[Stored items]
- - - - -

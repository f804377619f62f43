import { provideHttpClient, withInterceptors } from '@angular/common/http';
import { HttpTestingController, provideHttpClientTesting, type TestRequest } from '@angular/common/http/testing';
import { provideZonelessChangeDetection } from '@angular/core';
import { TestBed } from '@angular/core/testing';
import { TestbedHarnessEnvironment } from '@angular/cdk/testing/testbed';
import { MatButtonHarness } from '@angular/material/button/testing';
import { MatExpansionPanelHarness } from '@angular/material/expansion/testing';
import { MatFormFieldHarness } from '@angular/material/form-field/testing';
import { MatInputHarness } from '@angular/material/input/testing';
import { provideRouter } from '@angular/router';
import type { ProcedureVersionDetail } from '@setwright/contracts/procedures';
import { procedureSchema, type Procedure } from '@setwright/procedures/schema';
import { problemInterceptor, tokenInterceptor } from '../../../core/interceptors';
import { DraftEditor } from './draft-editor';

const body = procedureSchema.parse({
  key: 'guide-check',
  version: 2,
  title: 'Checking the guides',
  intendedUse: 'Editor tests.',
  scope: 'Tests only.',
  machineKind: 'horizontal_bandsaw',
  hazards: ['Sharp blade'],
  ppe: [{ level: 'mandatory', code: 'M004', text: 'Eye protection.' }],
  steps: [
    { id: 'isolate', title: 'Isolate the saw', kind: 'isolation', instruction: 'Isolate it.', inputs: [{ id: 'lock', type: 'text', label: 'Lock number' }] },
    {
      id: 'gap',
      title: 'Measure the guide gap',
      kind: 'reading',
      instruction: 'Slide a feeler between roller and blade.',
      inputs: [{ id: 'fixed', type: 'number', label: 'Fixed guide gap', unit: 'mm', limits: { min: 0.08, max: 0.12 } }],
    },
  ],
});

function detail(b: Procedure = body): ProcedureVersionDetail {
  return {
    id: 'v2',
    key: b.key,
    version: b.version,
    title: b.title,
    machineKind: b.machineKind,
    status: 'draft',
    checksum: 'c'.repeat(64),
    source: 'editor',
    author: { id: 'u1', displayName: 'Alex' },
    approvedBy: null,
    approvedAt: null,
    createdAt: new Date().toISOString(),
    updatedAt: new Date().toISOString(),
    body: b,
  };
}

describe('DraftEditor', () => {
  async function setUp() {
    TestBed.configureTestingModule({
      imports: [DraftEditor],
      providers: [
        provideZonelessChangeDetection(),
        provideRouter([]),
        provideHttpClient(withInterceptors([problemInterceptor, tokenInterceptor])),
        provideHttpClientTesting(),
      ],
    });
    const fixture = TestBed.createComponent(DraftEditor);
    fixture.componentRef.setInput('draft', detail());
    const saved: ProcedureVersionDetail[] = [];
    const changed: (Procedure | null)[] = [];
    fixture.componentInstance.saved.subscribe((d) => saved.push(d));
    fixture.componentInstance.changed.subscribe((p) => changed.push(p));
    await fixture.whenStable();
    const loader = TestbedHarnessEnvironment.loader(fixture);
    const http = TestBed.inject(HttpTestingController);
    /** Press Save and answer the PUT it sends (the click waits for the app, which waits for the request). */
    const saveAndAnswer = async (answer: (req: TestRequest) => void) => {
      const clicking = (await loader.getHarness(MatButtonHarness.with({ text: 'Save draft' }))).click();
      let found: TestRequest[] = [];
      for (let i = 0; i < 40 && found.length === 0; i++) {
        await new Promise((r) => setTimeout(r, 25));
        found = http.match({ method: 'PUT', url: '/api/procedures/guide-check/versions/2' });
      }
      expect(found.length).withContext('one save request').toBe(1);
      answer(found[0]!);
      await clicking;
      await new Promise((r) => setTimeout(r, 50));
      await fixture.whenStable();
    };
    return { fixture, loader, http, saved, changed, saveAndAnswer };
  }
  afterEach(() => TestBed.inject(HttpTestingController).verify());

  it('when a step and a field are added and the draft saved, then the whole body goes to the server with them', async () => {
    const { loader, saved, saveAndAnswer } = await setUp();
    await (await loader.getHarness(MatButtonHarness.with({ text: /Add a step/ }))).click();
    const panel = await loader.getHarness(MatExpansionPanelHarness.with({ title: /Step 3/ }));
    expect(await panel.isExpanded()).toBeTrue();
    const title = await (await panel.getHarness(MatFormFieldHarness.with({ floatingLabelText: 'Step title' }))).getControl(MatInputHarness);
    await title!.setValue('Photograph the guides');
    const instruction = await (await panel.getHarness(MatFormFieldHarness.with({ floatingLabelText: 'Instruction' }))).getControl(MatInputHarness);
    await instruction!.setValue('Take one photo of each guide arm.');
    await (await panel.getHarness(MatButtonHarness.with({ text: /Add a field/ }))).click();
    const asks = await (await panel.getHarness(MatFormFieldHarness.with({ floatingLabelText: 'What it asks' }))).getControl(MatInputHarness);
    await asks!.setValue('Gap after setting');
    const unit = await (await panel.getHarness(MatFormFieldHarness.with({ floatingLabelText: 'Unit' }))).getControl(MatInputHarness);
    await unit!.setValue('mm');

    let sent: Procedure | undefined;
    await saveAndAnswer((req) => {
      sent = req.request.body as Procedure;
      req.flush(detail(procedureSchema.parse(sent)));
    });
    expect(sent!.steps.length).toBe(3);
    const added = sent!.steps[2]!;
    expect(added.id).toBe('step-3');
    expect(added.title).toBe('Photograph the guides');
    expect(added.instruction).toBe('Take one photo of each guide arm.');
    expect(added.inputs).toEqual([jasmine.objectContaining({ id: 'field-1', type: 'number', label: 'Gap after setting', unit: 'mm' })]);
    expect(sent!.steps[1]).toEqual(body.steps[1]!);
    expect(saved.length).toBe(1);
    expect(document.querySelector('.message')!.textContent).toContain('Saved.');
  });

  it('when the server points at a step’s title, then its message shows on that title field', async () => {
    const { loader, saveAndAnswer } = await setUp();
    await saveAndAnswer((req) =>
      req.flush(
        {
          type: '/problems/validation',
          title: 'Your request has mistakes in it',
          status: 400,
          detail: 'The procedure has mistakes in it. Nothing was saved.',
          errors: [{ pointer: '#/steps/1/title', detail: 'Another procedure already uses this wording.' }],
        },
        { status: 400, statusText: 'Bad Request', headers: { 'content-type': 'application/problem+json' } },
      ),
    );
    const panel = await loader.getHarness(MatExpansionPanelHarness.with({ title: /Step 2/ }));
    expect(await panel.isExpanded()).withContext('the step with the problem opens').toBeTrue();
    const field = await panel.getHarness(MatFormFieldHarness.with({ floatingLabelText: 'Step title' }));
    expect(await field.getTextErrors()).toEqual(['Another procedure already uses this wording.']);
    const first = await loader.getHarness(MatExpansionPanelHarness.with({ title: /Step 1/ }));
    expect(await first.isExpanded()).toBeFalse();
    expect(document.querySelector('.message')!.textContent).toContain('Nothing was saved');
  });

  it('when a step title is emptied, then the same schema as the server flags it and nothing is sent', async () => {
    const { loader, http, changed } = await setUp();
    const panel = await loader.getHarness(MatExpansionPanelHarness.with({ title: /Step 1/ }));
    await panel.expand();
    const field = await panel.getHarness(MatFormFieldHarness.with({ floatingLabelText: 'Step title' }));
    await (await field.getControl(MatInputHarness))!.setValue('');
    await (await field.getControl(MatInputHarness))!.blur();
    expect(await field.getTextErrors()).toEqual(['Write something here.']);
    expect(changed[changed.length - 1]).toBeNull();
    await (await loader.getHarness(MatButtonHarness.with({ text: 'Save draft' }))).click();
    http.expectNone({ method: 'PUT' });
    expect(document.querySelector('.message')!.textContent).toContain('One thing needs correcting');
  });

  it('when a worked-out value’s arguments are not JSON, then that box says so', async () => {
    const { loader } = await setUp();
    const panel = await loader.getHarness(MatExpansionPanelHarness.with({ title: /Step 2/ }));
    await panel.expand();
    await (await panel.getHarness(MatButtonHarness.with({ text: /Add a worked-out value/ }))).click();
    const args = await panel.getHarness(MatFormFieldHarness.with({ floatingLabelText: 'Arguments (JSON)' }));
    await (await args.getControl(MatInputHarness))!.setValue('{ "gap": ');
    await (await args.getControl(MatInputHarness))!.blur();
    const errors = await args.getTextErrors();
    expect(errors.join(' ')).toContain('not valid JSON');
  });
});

- - - - -

Task directions
Start with the line above that contains "const clicking = (await" and stop after the line that contains "const title = await". Output those lines exactly, and only those.

Result
      const clicking = (await loader.getHarness(MatButtonHarness.with({ text: 'Save draft' }))).click();
      let found: TestRequest[] = [];
      for (let i = 0; i < 40 && found.length === 0; i++) {
        await new Promise((r) => setTimeout(r, 25));
        found = http.match({ method: 'PUT', url: '/api/procedures/guide-check/versions/2' });
      }
      expect(found.length).withContext('one save request').toBe(1);
      answer(found[0]!);
      await clicking;
      await new Promise((r) => setTimeout(r, 50));
      await fixture.whenStable();
    };
    return { fixture, loader, http, saved, changed, saveAndAnswer };
  }
  afterEach(() => TestBed.inject(HttpTestingController).verify());

  it('when a step and a field are added and the draft saved, then the whole body goes to the server with them', async () => {
    const { loader, saved, saveAndAnswer } = await setUp();
    await (await loader.getHarness(MatButtonHarness.with({ text: /Add a step/ }))).click();
    const panel = await loader.getHarness(MatExpansionPanelHarness.with({ title: /Step 3/ }));
    expect(await panel.isExpanded()).toBeTrue();
    const title = await (await panel.getHarness(MatFormFieldHarness.with({ floatingLabelText: 'Step title' }))).getControl(MatInputHarness);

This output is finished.